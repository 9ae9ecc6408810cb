import "server-only";
import { randomUUID } from "node:crypto";
import { GetObjectCommand, PutObjectCommand, S3Client } from "@aws-sdk/client-s3";
import { fileTypeFromBuffer } from "file-type";
import { env } from "../env";

/**
 * Object storage through the S3 SDK. In development and tests the endpoint is the local S3 fake
 * (s3rver) that the project's scripts start; in production any S3-compatible service.
 */
const globalForS3 = globalThis as unknown as { coldtrailS3?: S3Client };

export function s3(): S3Client {
  globalForS3.coldtrailS3 ??= new S3Client({
    endpoint: env.S3_ENDPOINT,
    region: env.S3_REGION,
    forcePathStyle: true,
    credentials: { accessKeyId: env.S3_ACCESS_KEY_ID, secretAccessKey: env.S3_SECRET_ACCESS_KEY },
    // s3rver stores streamed uploads with chunk framing unless checksums are only sent when required.
    requestChecksumCalculation: "WHEN_REQUIRED",
    responseChecksumValidation: "WHEN_REQUIRED",
  });
  return globalForS3.coldtrailS3;
}

/** What uploads of cards and evidence may be: checked by the bytes, never by the name or header. */
export const IMAGE_AND_PDF_TYPES = ["image/jpeg", "image/png", "image/webp", "image/heic", "application/pdf"] as const;
export const MAX_UPLOAD_BYTES = 10 * 1024 * 1024;

export class UploadRejected extends Error {
  constructor(message: string) {
    super(message);
  }
}

/** Sniffs the real type of an upload and refuses anything but the allowed types or an oversized file. */
export async function checkUpload(
  bytes: Uint8Array,
  allowed: readonly string[] = IMAGE_AND_PDF_TYPES,
): Promise<{ mime: string; ext: string }> {
  if (bytes.byteLength === 0) throw new UploadRejected("The file is empty");
  if (bytes.byteLength > MAX_UPLOAD_BYTES) throw new UploadRejected(`The file is larger than ${MAX_UPLOAD_BYTES / 1024 / 1024} MB`);
  const type = await fileTypeFromBuffer(bytes);
  if (!type || !allowed.includes(type.mime)) {
    throw new UploadRejected("Only photos (JPEG, PNG, WebP, HEIC) and PDF documents can be uploaded");
  }
  return { mime: type.mime, ext: type.ext };
}

/** Stores bytes under a key we make (never the client's file name) and returns the key. */
export async function putFile(opts: { prefix: string; bytes: Uint8Array; mime: string; ext: string }): Promise<string> {
  const key = `${opts.prefix.replace(/[^a-z0-9/_-]/gi, "")}/${randomUUID()}.${opts.ext}`;
  await s3().send(new PutObjectCommand({ Bucket: env.S3_BUCKET, Key: key, Body: opts.bytes, ContentType: opts.mime }));
  return key;
}

export async function getFile(key: string): Promise<{ bytes: Uint8Array; mime: string }> {
  const res = await s3().send(new GetObjectCommand({ Bucket: env.S3_BUCKET, Key: key }));
  const bytes = await res.Body!.transformToByteArray();
  return { bytes, mime: res.ContentType ?? "application/octet-stream" };
}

——————

### What you have to do
Copy out every line from the one containing "const bytes = await" to the end of the material, both ends included.

### Your solution
  const bytes = await res.Body!.transformToByteArray();
  return { bytes, mime: res.ContentType ?? "application/octet-stream" };
}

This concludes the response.